So if USAA Archery goes bye bye................what's left? I'm not exactly doing back flips for the NFAA! Time will truly tell.


----------



## limbwalker (Sep 26, 2003)

Easy. Time to start a new member-driven organization and let USArchery serve the USOC and the corporate sponsors.

A house divided cannot stand. As soon as the NAA started jumping to the beat of the corporations, celebrity coaches and looking inward to plan it's course, the membership got short shrift.

Collegiate archery figured this out and started their own organization. Maybe not a perfect solution, but hey, they don't have to answer to USArchery or the USOC anymore. And why should they? I congratulate them for taking matters into their own hands. Many of us have the experience to do the same.

We just have to ask ourselves this question... was that the plan all along? Again, I think for some it just might have been. P.O. the members enough that they leave, and then all we have to deal with are our elite teams and coaches, the USOC and our beloved corporate sponsors. Perfect!


----------



## Landed in AZ (May 11, 2008)

I remember a few years ago when my daughter finally reached an international level and she was allowed to have coaching on the line for the first time and what a difference it made for her. I complained many times to USAA that our archers should not experience coaching on the line for the very first time at Youth World Championships. If the international archers are allowed to have coaches on the line (at USA events) then our archers should be allowed that same privilege. Denise told me it was not possible because of exactly what Steve pointed out about the Little League mentality and the number of people that would put out on the line. I understood her point but told her that if our athletes could not have coaches on the line then the visiting international archers should not have them on the line either. I guess this was their solution, but as Dee pointed out this is not something new as they have been doing a while now since they were already doing this when Kiley was still shooting and she has been out for over a year now. 

But one size fits all is not an answer either. The best example I can give is Pan Am Championships 2010. Matt Zumbo is on the line and has a coach yelling at him that he is holding too long. Completely inappropriate and uncalled for. And for Matt Zumbo, he and his dad will tell you that Matt needs no one standing behind on the line (especially if they are going to yell at him).
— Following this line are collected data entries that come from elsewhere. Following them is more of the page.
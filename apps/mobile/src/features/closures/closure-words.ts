import type { ClosureEffect } from '@mereward/shared/closures/contract';
import type { ClosureTally, ClosureView } from '@mereward/shared/closures/deeds-contract';
import { money } from '@/lib/format';
import { dayAndTime } from '@/lib/format-time';

export const EFFECTS: Readonly<Record<ClosureEffect, { label: string; note: string }>> = {
  move: { label: 'Let them choose', note: 'Another date, another lake, or the money back.' },
  refund: { label: 'Cancel and give back', note: 'All of the money goes back at once.' },
  block: { label: 'No new bookings only', note: 'Bookings already made stand.' },
  allow_with_warning: { label: 'Warn only', note: 'Bookings stand and are told.' },
};

export const METHODS = { keepnets: 'Keepnets', boats: 'Boats', night: 'Night fishing' } as const;

/** What is closed: "Far Ostle", "Pegs FO1, FO2 on Far Ostle", "No keepnets on Ostle Pool". */
export function scopeWords({ details: { scope }, lakes, pegs }: ClosureView): string {
  const names = lakes.map(({ name }) => name).join(', ');
  switch (scope.kind) {
    case 'fishery':
      return 'The whole fishery';
    case 'lakes':
      return names;
    case 'pegs':
      return `${pegs.length === 1 ? 'Peg' : 'Pegs'} ${pegs.map(({ number }) => number).join(', ')} on ${names}`;
    case 'method':
      return `${METHODS[scope.method]} on ${names}`;
  }
}

export function timesWords({ details: { from, until }, zone, liftedAt }: ClosureView): string {
  const end =
    liftedAt !== null
      ? `lifted ${dayAndTime(liftedAt, zone)}`
      : until === null
        ? 'until lifted'
        : `until ${dayAndTime(until, zone)}`;
  return `From ${dayAndTime(from, zone)}, ${end}`;
}

/** What became of the bookings it hit, line by line. */
export function tallyFacts(tally: ClosureTally): { term: string; fact: string }[] {
  const { currency } = tally;
  const count = (term: string, n: number): { term: string; fact: string }[] =>
    n === 0 ? [] : [{ term, fact: String(n) }];
  return [
    ...(tally.bookings === 0
      ? []
      : [
          {
            term: 'Bookings hit',
            fact: `${String(tally.bookings)}, worth ${money(tally.valuePence, currency)}`,
          },
        ]),
    ...count('Still to choose', tally.waiting),
    ...count('Moved to another date', tally.movedDate),
    ...count('Moved to another lake', tally.movedLake),
    ...count('All money back', tally.refunded),
    ...count('Ended, nothing paid', tally.cancelled),
    ...count('Told only', tally.told),
    ...(tally.refundedPence > 0 ? [{ term: 'Given back', fact: money(tally.refundedPence, currency) }] : []),
    ...(tally.bookings > 0 ? [{ term: 'Kept', fact: money(tally.keptPence, currency) }] : []),
    ...count('Refunds that failed', tally.refundFailed),
  ];
}
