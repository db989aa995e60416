import { moneyWords } from '@mereward/shared/money/money';
import { createHash } from 'node:crypto';
import { Markup, markup } from '../../http/markup';
import { currencyOf } from '../../payments/currency';
import { CARDS } from './deeds';
import type { Session } from './kept';

const STYLE = `:root{color-scheme:light dark;--ground:#f4f6f4;--ink:#16211f;--line:#7c8a86;--deed:#1f5661;--on:#fff}
@media(prefers-color-scheme:dark){:root{--ground:#10181a;--ink:#e8eeec;--line:#8a9a97;--deed:#9fd0d8;--on:#0d1516}}
body{margin:0;padding:24px 16px;background:var(--ground);color:var(--ink);font:17px/1.5 system-ui,sans-serif}
main{max-width:30em;margin:0 auto}h1{font-size:1.5em;line-height:1.2}
.demo{border:2px dashed var(--line);padding:12px 16px}
fieldset{border:0;margin:0;padding:0}legend{font-weight:600;padding:0}
label{display:flex;gap:12px;align-items:center;min-height:48px}input{width:22px;height:22px;accent-color:var(--deed)}
button{display:block;width:100%;min-height:56px;margin:12px 0;border:2px solid var(--deed);border-radius:6px;font:inherit;font-weight:600;background:var(--deed);color:var(--on)}
button.plain{background:none;color:inherit}a{color:inherit;display:inline-block;padding:12px 0}
.fault{border-left:6px solid #a33;padding-left:12px;font-weight:600}`;

/** No script, one style known by its digest, forms to here and on to where the payer came from. */
export function policyFor(session: Session | null): string {
  const style = createHash('sha256').update(STYLE).digest('base64');
  const back = session ? ` ${new URL(session.success_url).origin}` : '';
  return `default-src 'none'; style-src 'sha256-${style}'; form-action 'self'${back}; frame-ancestors 'none'; base-uri 'none'`;
}

const page = (title: string, body: Markup): string =>
  markup`<!doctype html>
<html lang="en-GB"><head><meta charset="utf-8"><meta name="viewport" content="width=device-width,initial-scale=1"><title>${title}</title><style>${new Markup(STYLE)}</style></head>
<body><main><h1>${title}</h1>
<p class="demo">This is the demo’s card page. It takes no real card and no money. Choose what the card should do.</p>
${body}</main></body></html>`.text;

const amountOf = ({ amount_total: pence, currency }: Session): string =>
  moneyWords(pence, currencyOf(currency.toUpperCase()));

export const payPage = (session: Session, fault: string): string =>
  page(
    `Pay ${amountOf(session)}`,
    markup`<p>${session.description}</p>
${fault === '' ? null : markup`<p class="fault" role="alert">${fault}</p>`}
<form method="post" action="/pay/${session.id}"><fieldset><legend>Card</legend>
${Object.entries(CARDS).map(
  ([card, words], index) =>
    markup`<label><input type="radio" name="card" value="${card}" ${index === 0 ? new Markup('checked') : null}> ${words}</label>`,
)}</fieldset><button type="submit">Pay ${amountOf(session)}</button></form>
<p><a href="${session.cancel_url}">Back without paying</a></p>`,
  );

export const bankPage = (session: Session): string =>
  page(
    'Your bank asks',
    markup`<p>Is it you who pays ${amountOf(session)}?</p>
<form method="post" action="/pay/${session.id}/bank"><button name="answer" value="yes">Yes, pay it</button><button class="plain" name="answer" value="no">No</button></form>`,
  );

export const closedPage = (session: Session): string =>
  page(
    session.status === 'complete' ? 'This has been paid' : 'This page has closed',
    markup`<p>${
      session.status === 'complete'
        ? 'Go back to see your ticket.'
        : 'Nothing was taken. Go back to see how your booking stands.'
    }</p><p><a href="${session.status === 'complete' ? session.success_url : session.cancel_url}">Back</a></p>`,
  );

export const noSuchPage = (): string =>
  page('There is no such page', markup`<p>Go back and begin again.</p>`);
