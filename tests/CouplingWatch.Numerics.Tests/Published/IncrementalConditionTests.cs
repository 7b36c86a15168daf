using CouplingWatch.Numerics.Conditioning;
using CouplingWatch.Numerics.Matrices;
using CouplingWatch.Numerics.Secants;
using CouplingWatch.Numerics.Tests.Secants;

namespace CouplingWatch.Numerics.Tests.Published;

/// <summary>
/// Source: "Incremental condition estimation", SIAM J. Matrix Anal. Appl. 11 (1990) 312–322. Values after every column from
/// LAPACK dlaic1 (estimates) and dgesvd (true ones).
/// </summary>
public class IncrementalConditionTests
{
    public static TheoryData<string, double[], double[]> Published => new()
    {
        { "Q3", [2.4494897428, 2.4494897428, 6.7609409813e-01, 2.2708792101e-09, 2.2708757423e-09], [2.4494897428, 2.4494897428, 2.6346312822, 3.5879942523, 3.6132912037] },
        { "Q2", [2.4617067250e-08, 2.4617022373e-08, 2.4615816625e-08, 2.4602569384e-08, 2.4601631044e-08], [2.4617067250e-08, 2.4419163320e-06, 2.4615861508e-04, 2.3535926119e-02, 2.4614880690] },
        { "Hilbert", [1.2212243401, 1.1990719760e-01, 6.5839789065e-03, 2.6004686183e-04, 7.4343023445e-06, 1.3661430045e-07], [1.2212243401, 1.4102511142, 1.5000839970, 1.5534387503, 1.5890818155, 1.6146859712] },
        { "Kahan", [1, 7.9852504377e-01, 6.2373003494e-01, 4.7594395594e-01, 3.5483749299e-01, 2.5891083440e-01, 1.8545064914e-01, 1.3088946860e-01, 9.1378600319e-02, 6.3313808113e-02], [1, 1.1672008201, 1.1781731758, 1.1811405443, 1.1823559604, 1.1829828531, 1.1833584585, 1.1836084881, 1.1837883624, 1.1839256589] },
    };

    [Theory]
    [MemberData(nameof(Published))]
    public void Estimates_after_every_column_are_the_published_ones(string name, double[] smallest, double[] largest)
    {
        SmallMatrix r = Triangle(name);
        var estimate = new IncrementalCondition();
        for (int k = 0; k < smallest.Length; k++)
        {
            estimate.Add(r.Column(k)[..(k + 1)]);
            // The smallest pivots are themselves known to a rounding error of the column only, hence 1e-6.
            Assert.Equal(1, estimate.SmallestEstimate / smallest[k], 1e-6);
            Assert.Equal(1, estimate.LargestEstimate / largest[k], 1e-8);
        }
    }

    [Theory]
    [InlineData("Q3")]
    [InlineData("Q2")]
    [InlineData("Hilbert")]
    [InlineData("Kahan")]
    public void Estimates_keep_their_side_of_the_truth_and_stay_within_a_factor_of_three(string name)
    {
        SmallMatrix r = Triangle(name);
        var estimate = new IncrementalCondition();
        for (int k = 0; k < r.Columns; k++)
        {
            estimate.Add(r.Column(k)[..(k + 1)]);
            double[] truth = TruncatedSvd.Of(Leading(r, k + 1), 0).SingularValues;
            Assert.InRange(estimate.LargestEstimate, truth[0] / 3, truth[0] * (1 + 1e-12));
            Assert.InRange(estimate.SmallestEstimate, (truth[^1] * (1 - 1e-9)) - (1e-15 * truth[0]), 3 * truth[^1]);
        }
    }

    internal static SmallMatrix Leading(SmallMatrix r, int size)
    {
        var result = new SmallMatrix(size, size);
        for (int j = 0; j < size; j++) r.Column(j)[..size].CopyTo(result.Column(j));
        return result;
    }

    private static SmallMatrix Triangle(string name) => name switch
    {
        "Hilbert" => Columns.Basis(ReferenceMatrixTests.Hilbert(6)).Coefficients(),
        "Kahan" => Columns.Basis(ReferenceMatrixTests.Kahan(10)).Coefficients(),
        _ => QrCaseTests.NewestFirstTriangle(QrCase.Load(name)),
    };
}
However, Kiley was on the line and had Dee behind her coaching her and thanks to his help she made it to the podium and it was completely appropriate coaching and something she needed. Two different archers, two different styles and two different outcomes. The coach and the archer need to be able to decide before hand what is needed and what is appropriate. As to the $$ that is being charged, I feel for all of you and agree that somewhere the bleeding has to stop. I cannot tell you what fun stuff we have been able to do since Kiley quit shooting (although I still have a ton of Credit Card debt that I am still paying off). 

I will watch for posts on the update as to how this one turns out.


----------



## limbwalker (Sep 26, 2003)

Good input Barb. Great point about the rule applying to ALL coaches, or none at all. Again, this is America. Don't try to pull that "it doesn't apply to us" crap around here...
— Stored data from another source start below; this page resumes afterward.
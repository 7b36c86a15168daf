using System.Buffers;
using System.IO.Pipelines;
using System.Text;
using CouplingWatch.Ndjson;
using CouplingWatch.Testing.Shapes;
using CsCheck;

namespace CouplingWatch.StreamTests.Ndjson;

public sealed class RecordRoundTripTests
{
    [Fact]
    public void What_was_written_reads_back_as_the_same_record()
    {
        RecordGen.Any.Sample(record =>
        {
            var line = RecordWriter.Line(record);
            Assert.Equal(line.Length - 1, line.AsSpan().IndexOf((byte)'\n'));
            var result = new RecordReader().Read(line);
            Assert.Null(result.Problem?.Sentence);
            Assert.Null(Structure.FirstDifference(record, result.Record));
        }, iter: 3000, print: r => Encoding.UTF8.GetString(RecordWriter.Line(r)));
    }

    [Fact]
    public void A_mutilated_line_gives_a_record_or_a_problem_and_never_an_exception()
    {
        var mutilation = Gen.Select(Gen.Int[0, 1 << 20], Gen.Int[0, 4], Gen.OneOf(Gen.OneOf("{}[]\",:0-9eN\\u\0"u8.ToArray()), Gen.Byte));
        Gen.Select(RecordGen.Any, mutilation.Array[1, 6]).Sample((record, cuts) =>
        {
            var line = RecordWriter.Line(record).ToList();
            foreach (var (at, how, with) in cuts)
            {
                var place = at % line.Count;
                if (how == 0) line.RemoveAt(place);
                else if (how == 1) line.Insert(place, with);
                else if (how == 2) line[place] = with;
                else if (how == 3) line.RemoveRange(place, Math.Min(line.Count - place, 5));
                else line.InsertRange(place, line.GetRange(0, Math.Min(line.Count, 40)));
                if (line.Count == 0) line.Add(with);
            }
            var reader = new RecordReader { Shape = StreamShape.Of([]) };
            var result = reader.Read(line.ToArray(), 3);
            if (result.Problem is { } problem)
            {
                Assert.StartsWith("line 3", problem.Sentence, StringComparison.Ordinal);
                Assert.NotEmpty(problem.Expected);
            }
        }, iter: 20000);
    }

    [Fact]
    public Task How_the_bytes_were_batched_does_not_matter() =>
        Gen.Select(RecordGen.WithoutShape.Array[1, 12], Gen.Int[1, 400].Array[1, 30]).SampleAsync(async (records, cuts) =>
        {
            var text = records.SelectMany((r, i) => i % 3 == 1 ? [.. "\r\n"u8, .. RecordWriter.Line(r)] : RecordWriter.Line(r)).ToArray();
            var pipe = new Pipe(new PipeOptions(pauseWriterThreshold: 0));
            for (int at = 0, i = 0; at < text.Length; i++)
            {
                var length = Math.Min(cuts[i % cuts.Length], text.Length - at);
                pipe.Writer.Write(text.AsSpan(at, length));
                at += length;
                if (i % 4 == 0) await pipe.Writer.FlushAsync();
            }
            await pipe.Writer.CompleteAsync();
            var read = new List<byte[]>();
            await foreach (var line in NdjsonStream.ReadAsync(new ShortReads(pipe.Reader, cuts), new RecordReader()))
            {
                Assert.Null(line.Result.Problem?.Sentence);
                read.Add(RecordWriter.Line(line.Result.Record!));
                var received = line.Bytes.ToArray();
                Assert.True(read[^1].AsSpan(0, read[^1].Length - 1).SequenceEqual(received), "the bytes stand beside the record as received");
            }
            Assert.Equal(records.Select(RecordWriter.Line), read);
        }, iter: 200);

    /// <summary>Shows its bytes a few more at each read, so that lines arrive in pieces.</summary>
    private sealed class ShortReads(PipeReader inner, int[] cuts) : PipeReader
    {
        private int turn;
        private long shown;
        private ReadOnlySequence<byte> whole;

        public override async ValueTask<ReadResult> ReadAsync(CancellationToken cancellationToken = default)
        {
            var read = await inner.ReadAsync(cancellationToken);
            whole = read.Buffer;
            shown = Math.Min(whole.Length, shown + cuts[turn++ % cuts.Length]);
            return new ReadResult(whole.Slice(0, shown), false, read.IsCompleted && shown == whole.Length);
        }

        public override void AdvanceTo(SequencePosition consumed, SequencePosition examined)
        {
            shown -= whole.Slice(0, consumed).Length;
            inner.AdvanceTo(consumed, whole.GetPosition(shown, consumed));
            inner.CancelPendingRead();
        }

        public override void AdvanceTo(SequencePosition consumed) => AdvanceTo(consumed, consumed);

        public override bool TryRead(out ReadResult result) => throw new NotSupportedException();

        public override void CancelPendingRead() => inner.CancelPendingRead();

        public override void Complete(Exception? exception = null) => inner.Complete(exception);
    }
}
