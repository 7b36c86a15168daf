using CouplingWatch.Numerics.Sequences;

namespace CouplingWatch.Numerics.Tests.Published;

/// <summary>
/// Run lengths and a worked example. Sources: "Continuous inspection schemes", Biometrika 41 (1954) 100–115; "Exponentially weighted
/// moving average control schemes", Technometrics 32 (1990) 1–12; table and the 30 values after Montgomery, Introduction to
/// Statistical Quality Control, CUSUM chapter (from memory), every number recomputed by integral equation with 400 nodes.
/// </summary>
public class ControlSchemeTests
{
    private static readonly double[] Shifts = [0, 0.25, 0.5, 0.75, 1, 1.5, 2, 2.5, 3, 4];

    private static readonly double[] Values =
    [
        9.45, 7.99, 9.29, 11.66, 12.16, 10.18, 8.04, 11.46, 9.20, 10.34, 9.03, 11.47, 10.51, 9.40, 10.08,
        9.37, 10.62, 10.31, 8.52, 10.84, 10.90, 9.33, 12.29, 11.50, 10.60, 11.08, 10.38, 11.62, 11.31, 10.52,
    ];

    [Theory]
    [InlineData(4, new[] { 167.6838, 74.2240, 26.6302, 13.2851, 8.3831, 4.7472, 3.3428, 2.6195, 2.1945, 1.7085 })]
    [InlineData(5, new[] { 465.4435, 139.4937, 37.9961, 17.0483, 10.3760, 5.7472, 4.0089, 3.1137, 2.5733, 2.0126 })]
    public void Two_sided_cusum_run_lengths_are_the_published_ones(double limit, double[] lengths)
    {
        for (int i = 0; i < Shifts.Length; i++)
            Assert.Equal(lengths[i], RunLength.CusumTwoSided(0.5, limit, Shifts[i]), 1e-4);
    }

    [Theory]
    [InlineData(0.25, 8.01, 370.332)]
    [InlineData(0.5, 4.77, 368.561)]
    [InlineData(0.75, 3.34, 370.574)]
    [InlineData(1.0, 2.52, 372.815)]
    [InlineData(1.25, 1.99, 373.541)]
    [InlineData(1.5, 1.61, 376.340)]
    public void Pairs_of_allowance_and_limit_give_about_370_values_in_control(double allowance, double limit, double length) =>
        Assert.Equal(length, RunLength.CusumTwoSided(allowance, limit, 0), 1e-3);

    [Theory]
    [InlineData(0.4, 3.054, new[] { 499.951, 223.728, 71.201, 28.418, 14.263, 5.875, 3.522, 2.539, 2.019, 1.440 })]
    [InlineData(0.25, 2.998, new[] { 499.836, 170.296, 48.294, 20.115, 11.136, 5.464, 3.614, 2.745, 2.258, 1.727 })]
    [InlineData(0.2, 2.962, new[] { 499.735, 150.216, 41.764, 18.150, 10.542, 5.501, 3.743, 2.880, 2.381, 1.864 })]
    [InlineData(0.1, 2.814, new[] { 499.580, 106.322, 31.297, 15.848, 10.331, 6.084, 4.362, 3.442, 2.868, 2.193 })]
    [InlineData(0.05, 2.615, new[] { 499.933, 84.006, 28.764, 16.374, 11.383, 7.112, 5.225, 4.168, 3.496, 2.695 })]
    public void Moving_average_run_lengths_are_the_published_ones(double weight, double factor, double[] lengths)
    {
        for (int i = 0; i < Shifts.Length; i++)
            Assert.Equal(lengths[i], RunLength.Ewma(weight, factor, Shifts[i]), 1e-3);
    }

    [Fact]
    public void The_worked_cusum_example_signals_at_value_29_with_the_change_at_23()
    {
        var cusum = new Cusum(mean: 10, deviation: 1, allowance: 0.5);
        int signal = 0;
        for (int i = 1; i <= Values.Length && signal == 0; i++)
        {
            cusum.Add(Values[i - 1]);
            if (cusum.High > 5 || cusum.Low > 5) signal = i;
        }
        Assert.Equal(29, signal);
        Assert.Equal(5.28, cusum.High, 1e-9);
        Assert.Equal(7, cusum.HighRun);
        Assert.Equal(11.254285714285714, cusum.ShiftedMeanHigh, 1e-9);
    }

    [Fact]
    public void The_worked_moving_average_leaves_its_limits_at_value_29()
    {
        var average = new Ewma(mean: 10, deviation: 1, weight: 0.1);
        for (int i = 1; i <= Values.Length; i++)
        {
            average.Add(Values[i - 1]);
            if (i == 1) Assert.Equal(9.945, average.Value, 1e-12);
            if (i == 2) Assert.Equal(9.7495, average.Value, 1e-12);
            if (i == 28) Assert.Equal(10.573137, average.Value, 1e-6);
            if (i == 29)
            {
                Assert.Equal(10.646823, average.Value, 1e-6);
                Assert.Equal(0.6187, average.LimitHalfWidth(2.7), 1e-4);
            }
            Assert.Equal(i >= 29, average.IsOutside(2.7));
        }
    }
}
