using System.Globalization;

namespace CouplingWatch.Numerics.Tests.Published;

/// <summary>Columns of a matrix of tests/reference/qr-cases.</summary>
internal static class QrCase
{
    internal static double[][] Load(string name)
    {
        double[][] rows = [.. File.ReadLines(Path.Combine(AppContext.BaseDirectory, "reference", $"qr_{name}.txt"))
            .Select(l => l.Split(' ').Select(t => double.Parse(t, CultureInfo.InvariantCulture)).ToArray())];
        return [.. Enumerable.Range(0, rows[0].Length).Select(j => rows.Select(r => r[j]).ToArray())];
    }
}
This all could have been avoided had every registration form included a simple space for an archer to name their coach, or none at all. Then it would alread be in the database, could have been included in the registration fee (although I still think a fee is pointless and insulting) and credentials could have been available when we arrived for official practice. 



> I cannot tell you what fun stuff we have been able to do since Kiley quit shooting (although I still have a ton of Credit Card debt that I am still paying off).
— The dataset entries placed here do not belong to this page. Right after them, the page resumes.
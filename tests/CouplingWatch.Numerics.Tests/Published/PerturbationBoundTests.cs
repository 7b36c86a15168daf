using CouplingWatch.Numerics.Conditioning;
using CouplingWatch.Numerics.Matrices;
using CouplingWatch.Numerics.Secants;
using CouplingWatch.Numerics.Tests.Secants;
using CouplingWatch.Numerics.Trials;
using CouplingWatch.Numerics.Vectors;

namespace CouplingWatch.Numerics.Tests.Published;

/// <summary>
/// Source: Björck, Numerical Methods for Least Squares Problems, SIAM 1996, theorem 1.4.6 (from memory):
/// ‖δx‖ ≤ κ/(1 − κε_A)·(ε_A‖x‖ + ε_b‖b‖/‖A‖ + ε_A κ‖r‖/‖A‖).
/// </summary>
public class PerturbationBoundTests
{
    [Theory]
    [InlineData(1e2, 0.0)]
    [InlineData(1e2, 1.0)]
    [InlineData(1e5, 0.0)]
    [InlineData(1e5, 1.0)]
    public void The_least_squares_perturbation_bound_is_never_violated(double condition, double residual)
    {
        const int rows = 30, count = 5;
        const double size = 1e-10;
        var random = new SplitMix64(2024);
        var (a, left) = WithCondition(ref random, rows, count, condition);
        double[] x = [.. Enumerable.Range(0, count).Select(_ => 0.0)];
        for (int j = 0; j < count; j++) x[j] = random.NextNormal();
        Normalise(x);
        double[] b = new double[rows];
        for (int j = 0; j < count; j++) LongVector.AddScaled(b, x[j], a[j]);
        LongVector.AddScaled(b, residual, left);

        double norm = TruncatedSvd.Of(SmallMatrix.FromColumns(a), 0).SingularValues[0];
        double kappa = ConditionNumber.Of(SmallMatrix.FromColumns(a)).Raw;
        double[] reference = Solve(a, b);
        double worst = 0;
        for (int trial = 0; trial < 200; trial++)
        {
            var (noisy, epsA) = Perturbed(ref random, a, size * norm, norm);
            double[] change = Columns.Normal(ref random, rows);
            double scale = size * LongVector.Norm(b) / LongVector.Norm(change);
            double[] noisyB = Columns.Combine((1, b), (scale, change));
            double error = LongVector.Norm(Columns.Combine((1, Solve(noisy, noisyB)), (-1, reference)));
            double bound = kappa / (1 - (kappa * epsA)) * ((epsA * LongVector.Norm(reference)) + (size * LongVector.Norm(b) / norm) + (epsA * kappa * residual / norm));
            // The bound is first order; allow it one part in a thousand and the rounding of the two solves.
            Assert.True(error <= (1.001 * bound) + (1e-15 * kappa), $"trial {trial}: error {error:E3}, bound {bound:E3}");
            worst = Math.Max(worst, error / bound);
        }
        Assert.True(worst > 0.01, $"the bound is far from every trial ({worst:E2}): the test shows nothing");
    }

    private static double[] Solve(IReadOnlyList<double[]> columns, double[] b)
    {
        SecantBasis basis = Columns.Basis(columns);
        FilterOutcome filter = ColumnFilter.Apply(basis, [.. Enumerable.Range(0, columns.Count)], SecantFilter.None, 0);
        var projection = new double[basis.Rank];
        basis.Project([.. b.Select(v => -v)], projection, out double outside);
        return SecantFit.Solve(filter, projection, outside).Alpha;
    }

    /// <summary>A = U·diag(geometric, 1 … 1/κ)·Wᵀ, and a unit vector outside its range.</summary>
    private static (List<double[]> Columns, double[] Outside) WithCondition(ref SplitMix64 random, int rows, int count, double condition)
    {
        SecantBasis u = Columns.Basis(Columns.Normal(random.Next(), rows, count + 1));
        SecantBasis w = Columns.Basis(Columns.Normal(random.Next(), count, count));
        var columns = new List<double[]>();
        for (int j = 0; j < count; j++)
        {
            var column = new double[rows];
            for (int k = 0; k < count; k++)
                LongVector.AddScaled(column, Math.Pow(condition, -k / (count - 1.0)) * w.Direction(k)[j], u.Direction(k));
            columns.Add(column);
        }
        return (columns, u.Direction(count).ToArray());
    }

    private static (List<double[]> Columns, double RelativeSize) Perturbed(ref SplitMix64 random, List<double[]> a, double size, double norm)
    {
        List<double[]> noise = Columns.Normal(random.Next(), a[0].Length, a.Count);
        double factor = size / TruncatedSvd.Of(SmallMatrix.FromColumns(noise), 0).SingularValues[0];
        return ([.. a.Select((column, j) => Columns.Combine((1, column), (factor, noise[j])))], size / norm);
    }

    private static void Normalise(double[] x)
    {
        double norm = LongVector.Norm(x);
        for (int i = 0; i < x.Length; i++) x[i] /= norm;
    }
}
I can only imagine. So far, being involved in archery as an athlete and a coach has cost me 3 weeks of vacation time, about 20 hours/week and no telling how many thousands of dollars this year. And my daughter is just a bowman recurver! Meanwhile, she's a VERY competitive swimmer and has medaled at swim meets weekly, every season, for the past 4 years, costing us NO vacation time and less than the cost of our trip to just nationals this year... It just doesn't add up for the average family. - for those that still care about the average family -

John


----------



## Landed in AZ (May 11, 2008)

limbwalker said:


> Good input Barb. Great point about the rule applying to ALL coaches, or none at all. Again, this is America. Don't try to pull that "it doesn't apply to us" crap around here...
> 
> This all could have been avoided had every registration form included a simple space for an archer to name their coach, or none at all. Then it would alread be in the database, could have been included in the registration fee (although I still think a fee is pointless and insulting) and credentials could have been available when we arrived for official practice.
> 
> ...


John, I grew up as a competitive swimmer and while the costs are not the same as archery, swimming is still a very expensive sport. Swim suits are about $100 each and they don't last very long even when you rinse them after every use. Cost of travel is the same for swimming as it is for archery, you still have airfare and rental car and hotel so that does not change. But if you have a kid doing both, it is really painful and I feel for you.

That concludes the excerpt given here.